I quote here his exact words. This response, he made it in passing to many people who were as shocked as me. The mystery was soon explained by the marriage of Balzac to the woman whom he had loved for a long time.
There is a Turkish proverb that says: "When the house is finished, death enters." It is for this reason that the sultans always have a palace in the course of construction that they are very careful not to complete. Life seems to want nothing to be complete – except misfortune. Nothing is as dreaded as a wish fulfilled.
The notorious debts were finally paid, the dream union completed, the nest made for happiness padded and covered with down; as if they had foreseen his approaching end, those who envied Balzac started to praise him: Les Parents Pauvres, Le Cousin Pons, where the genius of the author shines in all its radiance, united all opinions. It was too beautiful; nothing more remained for him but to die.
His illness made rapid progress, but nobody believed that there would be a fatal outcome, so much we all trusted in the athletic constitution of Balzac. I thought firmly that he would bury us all.
I was going to take a trip to Italy. And before leaving I wanted to say goodbye to my illustrious friend. He had left in a carriage to collect from customs some exotic curiosity. I drew away reassured, and at the moment that I returned to my carriage, I was given a note from Madame de Balzac, which explained to me obligingly and with polite regrets why I had not found her husband at home. At the bottom of the letter, Balzac had scrawled these words.
"I can neither read, nor write.
"De Balzac."
I have preserved like a relic that ominous line, probably the last that was written by the author of La Comédie Humaine; it was, and I did not understand it right away, the final cry, "My God, why have you forsaken me!" of the thinker and of the worker. The idea that Balzac could die did not even occur to me.
A few days after that, I was eating ice cream at the Café Florian, on the Piazza Saint Marco; in my hand I found the Journal des Débats, one of the few French papers that was available in Venice, and I saw in it the announcement of the death of Balzac. I almost fell from my chair onto the stones of the Piazza at this sudden news, and my pain was quickly mixed with an impulse of indignation and outrage that was not very Christian, because all souls have an equal value before God. I had just visited the insane asylum on the island of San‑Servolo, and I saw there decrepit idiots, doddering octogenarians, human worms who are not even guided by animal instinct, and I asked myself why this luminous brain was extinguished like a flame on which one blows, while tenacious life persisted in these murky heads that were dimly traversed by fickle rays.

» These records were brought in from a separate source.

/* A word's postings in memory: appended, marked, replaced, dropped. */
#include "daemon/learner/postings.h"

#include <errno.h>
#include <stdlib.h>

#include "tests/unit/near.h"
#include "tests/unit/postings_look.h"

enum {
    LANES = 1,
    STRIDE = 1 + LANES,
    WORD = 7
};

static int set_up(void **state)
{
    return postings_new(LANES, (struct postings **)state);
}

static int tear_down(void **state)
{
    postings_free(*state);
    return 0;
}

/* Posting i: tag 3i, cell 5i + 1. */
static void append_to(struct postings *postings, uint32_t word, uint32_t count)
{
    for (uint32_t i = 0; i < count; i++) {
        uint32_t place = 0;
        uint32_t at = 0;
        assert_int_equal(postings_append(postings, word, 3 * i, &place, &at), 0);
        uint32_t *posting = postings_at(postings, place)->numbers + (size_t)at * STRIDE;
        assert_int_equal(posting[1], 0);
        posting[1] = 5 * i + 1;
    }
}

static void append(struct postings *postings, uint32_t count)
{
    append_to(postings, WORD, count);
}

static struct chunk *chunk_of(const struct postings *postings, uint32_t word, uint32_t number)
{
    return postings_at(postings, place_of(postings, word, number));
}

static void a_word_without_postings_has_no_chunk(void **state)
{
    const struct postings *postings = *state;
    struct postings_walk walk;
    const uint32_t *numbers = NULL;
    size_t count = 0;
    assert_int_equal(chunks_of(postings, WORD), 0);
    assert_int_equal(postings_count(postings, WORD), 0);
    postings_walk_begin(postings, NULL, WORD, &walk);
    assert_int_equal(postings_walk_next(&walk, &numbers, &count), -ENOENT);
    assert_null(numbers);
}

static void postings_keep_their_order_and_their_numbers(void **state)
{
    struct postings *postings = *state;
    struct postings_walk walk;
    const uint32_t *numbers = NULL;
    size_t count = 0;
    uint32_t seen = 0;
    append(postings, 1000);
    assert_int_equal(postings_count(postings, WORD), 1000);
    postings_walk_begin(postings, NULL, WORD, &walk);
    while (postings_walk_next(&walk, &numbers, &count) == 0) {
        for (size_t j = 0; j < count; j++, seen++) {
            assert_int_equal(numbers[j * STRIDE], 3 * seen);
            assert_int_equal(numbers[j * STRIDE + 1], 5 * seen + 1);
        }
    }
    assert_int_equal(seen, 1000);
}

static void a_posting_has_a_cell_for_each_lane(void **state)
{
    (void)state;
    struct postings *postings = NULL;
    uint32_t place = 0;
    uint32_t at = 0;
    assert_int_equal(postings_new(2, &postings), 0);
    assert_int_equal(postings_stride(postings), 3);
    assert_int_equal(postings_append(postings, WORD, 4, &place, &at), 0);
    assert_int_equal(postings_append(postings, WORD, 5, &place, &at), 0);
    const uint32_t expected[] = {4, 0, 0, 5, 0, 0};
    assert_memory_equal(postings_at(postings, place)->numbers, expected, sizeof expected);
    postings_free(postings);
}

static void a_chunk_holds_one_hundred_and_sixty(void **state)
{
    struct postings *postings = *state;
    append(postings, 1);
    assert_int_equal(chunks_of(postings, WORD), 1);
    append(postings, 159);
    assert_int_equal(chunks_of(postings, WORD), 1);
    append(postings, 1);
    assert_int_equal(chunks_of(postings, WORD), 2);
    assert_int_equal(chunk_of(postings, WORD, 0)->count, 160);
    assert_int_equal(chunk_of(postings, WORD, 1)->count, 1);
}

static void words_do_not_mix(void **state)
{
    struct postings *postings = *state;
    append_to(postings, 1, 200);
    append_to(postings, 0, 3);
    append_to(postings, 1, 10);
    assert_int_equal(postings_count(postings, 0), 3);
    assert_int_equal(postings_count(postings, 1), 210);
    assert_int_equal(chunk_of(postings, 1, 1)->word, 1);
    assert_int_equal(chunk_of(postings, 1, 1)->number, 1);
    assert_int_equal(chunk_of(postings, 1, 1)->count, 50);
}

/* --- what has changed ---------------------------------------------------------------------------
 */

static void an_append_marks_its_own_chunk_alone(void **state)
{
    struct postings *postings = *state;
    append(postings, 2 * POSTINGS_CHUNK);
    postings_clean(postings);
    append(postings, 1);
    assert_false(chunk_of(postings, WORD, 0)->is_changed);
    assert_false(chunk_of(postings, WORD, 1)->is_changed);
    assert_true(chunk_of(postings, WORD, 2)->is_changed);
    assert_int_equal(postings_changed_count(postings), 1);
}

static void a_touch_marks_a_chunk_once(void **state)
{
    struct postings *postings = *state;
    append(postings, 2 * POSTINGS_CHUNK + 1);
    postings_clean(postings);
    assert_int_equal(postings_touch(postings, place_of(postings, WORD, 1)), 0);
    assert_int_equal(postings_touch(postings, place_of(postings, WORD, 1)), 0);
    assert_int_equal(postings_changed_count(postings), 1);
    assert_false(chunk_of(postings, WORD, 0)->is_changed);
    assert_true(chunk_of(postings, WORD, 1)->is_changed);
    assert_false(chunk_of(postings, WORD, 2)->is_changed);
}

/* Chunk 1 grows from 4 postings to 160, and stays what it was. */
static void marks_outlive_a_larger_block(void **state)
{
    struct postings *postings = *state;
    append(postings, POSTINGS_CHUNK + 1);
    postings_clean(postings);
    append(postings, POSTINGS_CHUNK - 1);
    assert_int_equal(chunks_of(postings, WORD), 2);
    assert_false(chunk_of(postings, WORD, 0)->is_changed);
    assert_true(chunk_of(postings, WORD, 1)->is_changed);
    postings_clean(postings);
    append(postings, 1000);
    assert_false(chunk_of(postings, WORD, 1)->is_changed);
}

struct told {
    uint32_t word;
    uint32_t number;
    size_t count;
};

static void assert_changed(const struct postings *postings, const struct told *expected,
                           size_t expected_count)
{
    uint32_t *places = NULL;
    size_t count = 0;
    assert_int_equal(postings_changed(postings, &places, &count), 0);
    assert_int_equal(count, expected_count);
    assert_non_null(places);
    for (size_t i = 0; places && i < expected_count; i++) {
        const struct chunk *chunk = postings_at(postings, places[i]);
        assert_int_equal(chunk->word, expected[i].word);
        assert_int_equal(chunk->number, expected[i].number);
        assert_int_equal(chunk->count, expected[i].count);
    }
    assert_true(postings_changed_count(postings) >= count);
    free(places);
}

static void nothing_that_has_changed_is_an_empty_list(void **state)
{
    struct postings *postings = *state;
    assert_changed(postings, NULL, 0);
    append(postings, 500);
    postings_clean(postings);
    assert_changed(postings, NULL, 0);
    assert_int_equal(postings_changed_count(postings), 0);
}

static void what_has_changed_is_told_by_rising_word_and_number(void **state)
{
    struct postings *postings = *state;
    append_to(postings, 90, 1);
    append_to(postings, 4000000000U, 2);
    append_to(postings, 3, 320);
    append_to(postings, 5, 161);
    append_to(postings, 3, 4);
    const struct told expected[] = {{3, 0, 160}, {3, 1, 160}, {3, 2, 4},          {5, 0, 160},
                                    {5, 1, 1},   {90, 0, 1},  {4000000000U, 0, 2}};
    assert_changed(postings, expected, sizeof expected / sizeof *expected);
}

/* The places of 20 are taken by 10 and 30, in one order or the other, while they are still listed.
 */
static void a_place_that_was_dropped_and_taken_again_is_told_once(void **state)
{
    struct postings *postings = *state;
    append_to(postings, 20, 161);
    append_to(postings, 40, 1);
    assert_int_equal(postings_drop(postings, 20), 161);
    append_to(postings, 30, 2);
    append_to(postings, 10, 3);
    assert_int_equal(postings_drop(postings, 30), 2);
    append_to(postings, 30, 4);
    const struct told expected[] = {{10, 0, 3}, {30, 0, 4}, {40, 0, 1}};
    assert_changed(postings, expected, 3);
}

static void what_was_dropped_is_not_told(void **state)
{
    struct postings *postings = *state;
    append_to(postings, 20, 161);
    append_to(postings, 40, 1);
    (void)postings_drop(postings, 20);
    const struct told expected[] = {{40, 0, 1}};
    assert_changed(postings, expected, 1);
    (void)postings_drop(postings, 40);
    assert_changed(postings, NULL, 0);
    postings_clean(postings);
    append_to(postings, 40, 5);
    const struct told again[] = {{40, 0, 5}};
    assert_changed(postings, again, 1);
}

/* --- replacing ----------------------------------------------------------------------------------
 */

static void a_word_without_postings_has_none_to_replace(void **state)
{
    struct postings *postings = *state;
    size_t cuts = 77;
    assert_int_equal(postings_admit(postings, NULL, WORD), 0);
    assert_int_equal(postings_replace(postings, WORD, NULL, 0), 0);
    (void)postings_cuts(postings, &cuts);
    assert_int_equal(cuts, 0);
    assert_int_equal(postings_count(postings, WORD), 0);
}

static void fewer_postings_take_fewer_chunks_and_the_rest_is_cut(void **state)
{
    struct postings *postings = *state;
    enum {
        LEFT = 161
    };
    uint32_t numbers[LEFT * STRIDE];
    size_t cut_count = 0;
    append(postings, 4 * POSTINGS_CHUNK);
    postings_clean(postings);
    for (uint32_t i = 0; i < LEFT * STRIDE; i++) {
        numbers[i] = 9 * i;
    }
    assert_int_equal(postings_replace(postings, WORD, numbers, LEFT), 0);
    assert_int_equal(postings_count(postings, WORD), LEFT);
    assert_memory_equal(chunk_of(postings, WORD, 0)->numbers, numbers,
                        POSTINGS_CHUNK * STRIDE * sizeof *numbers);
    assert_memory_equal(chunk_of(postings, WORD, 1)->numbers, numbers + POSTINGS_CHUNK * STRIDE,
                        STRIDE * sizeof *numbers);
    const struct told expected[] = {{WORD, 0, 160}, {WORD, 1, 1}};
    assert_changed(postings, expected, 2);
    const struct postings_cut *cuts = postings_cuts(postings, &cut_count);
    assert_int_equal(cut_count, 1);
    assert_int_equal(cuts->word, WORD);
    assert_int_equal(cuts->from, 2);
    assert_int_equal(cuts->until, 4);
}

static void what_was_cut_is_told_until_it_is_stored(void **state)
{
    struct postings *postings = *state;
    const uint32_t numbers[STRIDE] = {1, 1};
    size_t cut_count = 0;
    append(postings, POSTINGS_CHUNK + 1);
    assert_int_equal(postings_replace(postings, WORD, numbers, 1), 0);
    (void)postings_cuts(postings, &cut_count);
    assert_int_equal(cut_count, 1);
    postings_clean(postings);
    (void)postings_cuts(postings, &cut_count);
    assert_int_equal(cut_count, 0);
    append(postings, POSTINGS_CHUNK); /* it grows again from where it was cut */
    assert_int_equal(chunks_of(postings, WORD), 2);
    assert_int_equal(postings_count(postings, WORD), POSTINGS_CHUNK + 1);
}

/* --- on the way to the store --------------------------------------------------------------------
 */

static void what_is_sealed_is_told_until_it_is_stored(void **state)
{
    struct postings *postings = *state;
    append_to(postings, 20, 1);
    assert_int_equal(postings_seal(postings), 0);
    append_to(postings, 40, 2);
    const struct told both[] = {{20, 0, 1}, {40, 0, 2}};
    assert_changed(postings, both, 2);
    postings_stored(postings);
    assert_changed(postings, both + 1, 1);
}

static void what_changes_while_it_is_stored_is_still_to_be_stored(void **state)
{
    struct postings *postings = *state;
    append_to(postings, 20, 1);
    append_to(postings, 40, 1);
    assert_int_equal(postings_seal(postings), 0);
    append_to(postings, 20, 1);
    postings_stored(postings);
    const struct told expected[] = {{20, 0, 2}};
    assert_changed(postings, expected, 1);
}

/* A place that was given back and taken again stands for another chunk. */
static void what_is_dropped_while_it_is_stored_leaves_its_place_to_others(void **state)
{
    struct postings *postings = *state;
    append_to(postings, 20, 1);
    assert_int_equal(postings_seal(postings), 0);
    (void)postings_drop(postings, 20);
    append_to(postings, 40, 3);
    const struct told expected[] = {{40, 0, 3}};
    assert_changed(postings, expected, 1);
    postings_stored(postings);
    assert_changed(postings, expected, 1);
}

Nine years have already passed since that fatal date. Posterity has commenced for Balzac; every day he seems greater. When he was in the company of his contemporaries, he was poorly appreciated, he was seen only in fragments under sometimes unfavorable circumstances: now the edifice that he built rises as one draws further away, like the cathedral of a city that conceals the neighboring houses, and which on the horizon appears immense above the flattened roofs. The monument is not completed, but, such as it is, it terrifies by its enormity, and surprised generations will ask themselves who is the giant who alone has raised these formidable blocks and built so high this Babel that made all of society sing.